Die Sängerin und Gitarristin Heather Nova ist mit ihrem Album “300 Days At Sea“ zu ihren Anfängen zurückgekehrt

Sirenen sind weibliche Wesen aus der griechischen Mythologie, die mit ihrem betörenden Gesang Seeleute anlocken, um sie dann zu töten. Heather Nova ist wegen ihrer sich hochschraubenden Stimme oft als "Sirene des Pop" bezeichnet worden, und das wohl auch, weil sie als Kind viele Jahre mit ihrer Familie auf einer Yacht im Atlantik gelebt (und eine Platte dieses Namens aufgenommen) hat. Das Meer lässt sie nicht los, auch wenn sie selbst in vielerlei Hinsicht festen Boden unter ihren Füßen hat. Sie kann auf eine solide Karriere blicken, das Vagabundieren ist weniger geworden, seit sie vor fünf Jahren Mutter geworden ist. Sie ist zu ihren Wurzeln auf die Bermudas zurückgekehrt, wo sie in einem großen Haus mit Mann Felix und Sohn Sebastian lebt, dicht am Meer, auf einer kleinen Insel. "300 Days At Sea" heißt ihr aktuelles achtes Album, es ist eine Erinnerungsreise zurück in Novas Kindheit.

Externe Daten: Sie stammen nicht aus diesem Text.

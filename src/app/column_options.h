// The column options every command that reads a recording offers, bound to io's ColumnNames:
//   --time C  --input C  --output C  --reference C   a column's header name or 1-based index
//   --time-unit s|ms|us                               unit of the time column (converted to s)
// Defaults t, u, y, r and s (io/recording.h). A command adds only the columns it reads.
#ifndef LOOPWRIGHT_APP_COLUMN_OPTIONS_H_
#define LOOPWRIGHT_APP_COLUMN_OPTIONS_H_

#include <CLI/CLI.hpp>

#include "io/recording.h"

namespace lw::app {

struct ColumnSet {
  bool input = true;
  bool output = true;
  bool reference = false;
};

class ColumnOptions {
 public:
  // Adds --time, --time-unit and the columns chosen in `which` to sub. Call once, in Configure().
  void Add(CLI::App& sub, ColumnSet which = {});
  // The names after parsing, validated (throws UsageError naming the field otherwise).
  const ColumnNames& names() const;

 private:
  ColumnNames names_;
};

}  // namespace lw::app

#endif  // LOOPWRIGHT_APP_COLUMN_OPTIONS_H_
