// The phases the hardware commands are made of, on an open, connected rig session:
//
//   WaitForRest     wait until the output is at rest after a change (identify/steady_state.h,
//                   `--settle auto`; drift band 2 % of the change after a step, 0.2 % in a hold
//                   before one) or for a fixed time (`--settle S`), at most max_wait_s of
//                   rig time (JobFailed after that: "did not come to rest within ...; give
//                   --settle S or a larger --max-wait")
//   RunOpenLoopStep the step test: go; hold `from` until at rest; start the recording; a
//                   baseline of at least 30 samples (a quarter of a fixed settle time when that
//                   is longer); step to `to`; record until at rest; stop the recording; back to
//                   `from`; halt
//   RunClosedLoopStep the closed-loop step of verify and tune: go; loop C K A; hold until at
//                   rest; start the recording; baseline; ref B; record until at rest; stop the
//                   recording; halt
// Recordings are io/recording_sink.h files (t, r, u, y, seq) with a provenance line. With a
// dry-run session every line is printed and nothing waits; no file is written.
#ifndef LOOPWRIGHT_APP_RIG_PHASES_H_
#define LOOPWRIGHT_APP_RIG_PHASES_H_

#include <algorithm>
#include <optional>
#include <string>

#include <nlohmann/json.hpp>

#include "app/command.h"
#include "app/rig_progress.h"
#include "io/rig_session.h"

namespace lw::app {

struct PhaseTiming {
  std::optional<double> settle_s;  // fixed seconds per phase; none: auto
  double max_wait_s = 3600.0;      // rig seconds per phase, > 0
  double min_hold_s = 0.0;         // the hold before a step lasts at least this long (s)
  double min_response_s = 0.0;     // the response recorded after the step lasts at least this
                                   // long (s): a slow response can look at rest while it still
                                   // creeps towards its final value

  // A closed-loop step judged by `check` against a prediction that settles in `settle_s`
  // seconds (0: none known): the hold before the step lasts at least the settling time (the
  // check assumes the loop at rest before it) and the response at least twice it (the tail the
  // check takes the final value from, the last fifth of the record in lti/step_metrics.h, then
  // lies past settling); neither shorter than `floor_s`.
  void CoverSettling(double settle_s, double floor_s = 0.0) {
    min_hold_s = std::max(floor_s, settle_s);
    min_response_s = std::max(floor_s, 2.0 * settle_s);
  }
};

// "auto" or a number of seconds > 0; UsageError naming --settle otherwise.
std::optional<double> ParseSettle(const std::string& text);

// Waits for rest of the output after the change at sample index `begin` (the level before it
// is the mean y of the up to 20 samples before `begin`, or the first sample's y).
void WaitForRest(RigSession& s, RigProgress& progress, const std::string& phase, size_t begin,
                 const PhaseTiming& timing, bool require_change);

struct StepOutcome {
  std::string path;           // the recording ("" in a dry run)
  uint64_t samples = 0;       // rows written
  double step_time_s = 0.0;   // rig time of the first sample after the step (s)
  double level_before = 0.0;  // mean y of the baseline before the step
  double level_after = 0.0;   // mean y of the last 30 samples of the recording
  double duration_s = 0.0;    // rig seconds recorded
};

StepOutcome RunOpenLoopStep(Context& ctx, RigSession& s, double from, double to,
                            const PhaseTiming& timing, const std::string& path,
                            const std::string& provenance);

StepOutcome RunClosedLoopStep(Context& ctx, RigSession& s, const std::string& controller,
                              double gain, double ref_from, double ref_to,
                              const PhaseTiming& timing, const std::string& path,
                              const std::string& provenance);

// Prints the recording's summary (path, rows, rig, rig time, lost and corrupted lines) on
// ctx.out and returns it as JSON for the logbook.
nlohmann::json RecordingSummary(Context& ctx, const RigSession& s, const std::string& path,
                                uint64_t rows);

}  // namespace lw::app

#endif  // LOOPWRIGHT_APP_RIG_PHASES_H_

"Eines Tages sprach mich in einem Lebensmittelladen ein Mann an, der sagte, er habe etwas für mich. Er gab mir den Kompass unseres Schiffes ,Moon', das mein Vater verkauft hatte und das vor einigen Jahren an den Klippen zerschellt war. Ich brach in Tränen aus, weil plötzlich so viele Erinnerungen hochkamen", erzählt Heather Nova. Später schrieb sie über diese Begegnung dem Song "Turn The Compass Round". Auch über die "Moon" gibt es ein Lied. "Dieser Mann fuhr mich zu der Stelle, wo das Boot auf dem Meeresgrund lag. Es war wie der Blick in ein Grab."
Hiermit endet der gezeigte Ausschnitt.